--- RECORDS SUPPLIED ---

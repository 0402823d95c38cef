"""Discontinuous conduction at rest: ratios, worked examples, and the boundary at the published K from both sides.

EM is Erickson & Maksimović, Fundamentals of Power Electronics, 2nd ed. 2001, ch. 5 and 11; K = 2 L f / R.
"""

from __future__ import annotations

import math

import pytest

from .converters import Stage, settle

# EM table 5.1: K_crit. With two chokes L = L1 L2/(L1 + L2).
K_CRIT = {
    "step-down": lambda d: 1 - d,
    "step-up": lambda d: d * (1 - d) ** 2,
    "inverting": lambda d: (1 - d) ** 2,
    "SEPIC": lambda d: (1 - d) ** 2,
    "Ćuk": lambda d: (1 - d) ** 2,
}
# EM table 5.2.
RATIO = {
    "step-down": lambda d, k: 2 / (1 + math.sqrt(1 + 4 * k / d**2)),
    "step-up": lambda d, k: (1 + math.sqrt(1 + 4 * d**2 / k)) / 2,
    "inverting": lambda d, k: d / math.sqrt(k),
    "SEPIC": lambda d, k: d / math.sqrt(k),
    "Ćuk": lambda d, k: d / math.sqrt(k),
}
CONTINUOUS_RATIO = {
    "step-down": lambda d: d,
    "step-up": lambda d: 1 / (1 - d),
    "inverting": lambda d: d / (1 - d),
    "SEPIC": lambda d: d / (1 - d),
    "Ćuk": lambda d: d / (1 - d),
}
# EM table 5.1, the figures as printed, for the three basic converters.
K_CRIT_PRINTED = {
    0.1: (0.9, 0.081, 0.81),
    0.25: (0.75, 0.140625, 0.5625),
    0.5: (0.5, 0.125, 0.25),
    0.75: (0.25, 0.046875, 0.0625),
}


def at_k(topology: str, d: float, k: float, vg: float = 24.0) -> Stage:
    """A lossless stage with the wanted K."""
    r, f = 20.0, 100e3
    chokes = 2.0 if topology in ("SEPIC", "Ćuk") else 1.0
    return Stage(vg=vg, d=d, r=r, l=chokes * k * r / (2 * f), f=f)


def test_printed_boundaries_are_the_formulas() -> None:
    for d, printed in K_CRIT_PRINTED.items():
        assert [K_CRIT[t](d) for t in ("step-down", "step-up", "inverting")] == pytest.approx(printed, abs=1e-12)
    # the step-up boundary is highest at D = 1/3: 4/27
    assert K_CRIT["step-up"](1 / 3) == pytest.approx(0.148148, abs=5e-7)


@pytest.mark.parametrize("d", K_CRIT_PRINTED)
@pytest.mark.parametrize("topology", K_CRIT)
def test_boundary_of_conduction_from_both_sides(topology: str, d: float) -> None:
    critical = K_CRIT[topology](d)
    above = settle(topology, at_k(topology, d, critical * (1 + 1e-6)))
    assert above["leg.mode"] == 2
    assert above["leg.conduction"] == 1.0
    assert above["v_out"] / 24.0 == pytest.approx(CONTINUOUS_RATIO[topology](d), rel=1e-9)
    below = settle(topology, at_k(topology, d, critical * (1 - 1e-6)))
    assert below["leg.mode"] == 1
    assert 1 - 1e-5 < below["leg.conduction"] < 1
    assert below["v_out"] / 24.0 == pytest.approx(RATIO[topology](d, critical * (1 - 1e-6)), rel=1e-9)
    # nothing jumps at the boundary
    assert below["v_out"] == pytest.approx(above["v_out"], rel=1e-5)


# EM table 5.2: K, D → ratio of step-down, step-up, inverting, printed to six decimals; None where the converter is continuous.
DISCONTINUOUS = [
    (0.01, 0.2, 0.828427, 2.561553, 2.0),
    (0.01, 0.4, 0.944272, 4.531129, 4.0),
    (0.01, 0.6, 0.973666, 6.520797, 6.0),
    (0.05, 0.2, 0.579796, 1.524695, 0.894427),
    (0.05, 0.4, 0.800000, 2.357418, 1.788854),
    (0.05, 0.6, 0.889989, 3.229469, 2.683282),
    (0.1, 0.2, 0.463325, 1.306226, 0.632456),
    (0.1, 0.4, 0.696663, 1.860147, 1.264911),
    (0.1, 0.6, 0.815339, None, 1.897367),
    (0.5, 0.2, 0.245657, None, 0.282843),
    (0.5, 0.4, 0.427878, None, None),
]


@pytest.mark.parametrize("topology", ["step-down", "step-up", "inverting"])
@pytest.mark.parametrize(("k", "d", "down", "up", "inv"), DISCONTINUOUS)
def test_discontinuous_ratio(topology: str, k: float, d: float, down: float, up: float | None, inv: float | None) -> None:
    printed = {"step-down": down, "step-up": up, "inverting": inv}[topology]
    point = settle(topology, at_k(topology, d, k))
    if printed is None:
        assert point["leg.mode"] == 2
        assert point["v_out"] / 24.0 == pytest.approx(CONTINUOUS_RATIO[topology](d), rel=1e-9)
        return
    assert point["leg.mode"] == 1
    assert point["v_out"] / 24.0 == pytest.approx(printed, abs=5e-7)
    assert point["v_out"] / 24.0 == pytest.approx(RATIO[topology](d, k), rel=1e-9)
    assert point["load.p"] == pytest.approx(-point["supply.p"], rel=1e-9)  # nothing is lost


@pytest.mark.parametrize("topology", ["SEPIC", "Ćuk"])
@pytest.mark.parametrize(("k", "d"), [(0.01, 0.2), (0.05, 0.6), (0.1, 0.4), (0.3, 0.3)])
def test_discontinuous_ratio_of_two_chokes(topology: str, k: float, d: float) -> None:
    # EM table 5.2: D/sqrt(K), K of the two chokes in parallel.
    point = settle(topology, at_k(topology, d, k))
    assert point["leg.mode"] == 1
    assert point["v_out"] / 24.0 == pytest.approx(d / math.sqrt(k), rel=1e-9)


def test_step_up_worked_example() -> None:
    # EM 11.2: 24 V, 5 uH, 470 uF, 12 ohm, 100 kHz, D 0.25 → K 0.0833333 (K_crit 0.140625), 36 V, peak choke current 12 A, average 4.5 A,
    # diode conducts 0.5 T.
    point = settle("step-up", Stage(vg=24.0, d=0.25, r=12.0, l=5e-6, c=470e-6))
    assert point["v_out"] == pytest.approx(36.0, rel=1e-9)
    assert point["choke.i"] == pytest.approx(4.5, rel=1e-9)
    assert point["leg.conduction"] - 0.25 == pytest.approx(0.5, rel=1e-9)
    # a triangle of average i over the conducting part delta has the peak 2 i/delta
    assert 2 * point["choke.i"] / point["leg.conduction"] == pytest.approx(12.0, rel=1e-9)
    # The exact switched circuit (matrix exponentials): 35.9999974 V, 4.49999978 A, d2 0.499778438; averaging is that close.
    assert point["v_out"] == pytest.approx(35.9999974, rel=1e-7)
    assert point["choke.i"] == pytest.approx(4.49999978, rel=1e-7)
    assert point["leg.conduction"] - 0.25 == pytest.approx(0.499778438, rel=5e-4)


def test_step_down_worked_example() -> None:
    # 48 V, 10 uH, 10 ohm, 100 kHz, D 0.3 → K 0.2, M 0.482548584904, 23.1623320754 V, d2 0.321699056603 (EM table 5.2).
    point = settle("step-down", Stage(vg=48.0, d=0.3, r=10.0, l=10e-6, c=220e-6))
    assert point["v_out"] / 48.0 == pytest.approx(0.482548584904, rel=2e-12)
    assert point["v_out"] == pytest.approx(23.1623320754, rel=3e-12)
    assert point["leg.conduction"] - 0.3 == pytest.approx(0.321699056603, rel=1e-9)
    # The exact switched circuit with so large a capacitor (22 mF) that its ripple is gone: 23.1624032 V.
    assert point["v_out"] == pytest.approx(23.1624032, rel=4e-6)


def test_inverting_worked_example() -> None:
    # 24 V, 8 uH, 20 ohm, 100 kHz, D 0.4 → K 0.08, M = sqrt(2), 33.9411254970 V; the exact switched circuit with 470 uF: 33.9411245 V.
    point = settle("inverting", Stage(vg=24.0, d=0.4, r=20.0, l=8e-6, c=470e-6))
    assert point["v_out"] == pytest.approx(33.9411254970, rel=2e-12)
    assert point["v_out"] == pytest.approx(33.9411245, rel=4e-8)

---

- TASK ITEM
In the data above, copy every line where the string "exact" appears.

- TASK RESULT
    # The exact switched circuit (matrix exponentials): 35.9999974 V, 4.49999978 A, d2 0.499778438; averaging is that close.
    # The exact switched circuit with so large a capacitor (22 mF) that its ripple is gone: 23.1624032 V.
    # 24 V, 8 uH, 20 ohm, 100 kHz, D 0.4 → K 0.08, M = sqrt(2), 33.9411254970 V; the exact switched circuit with 470 uF: 33.9411245 V.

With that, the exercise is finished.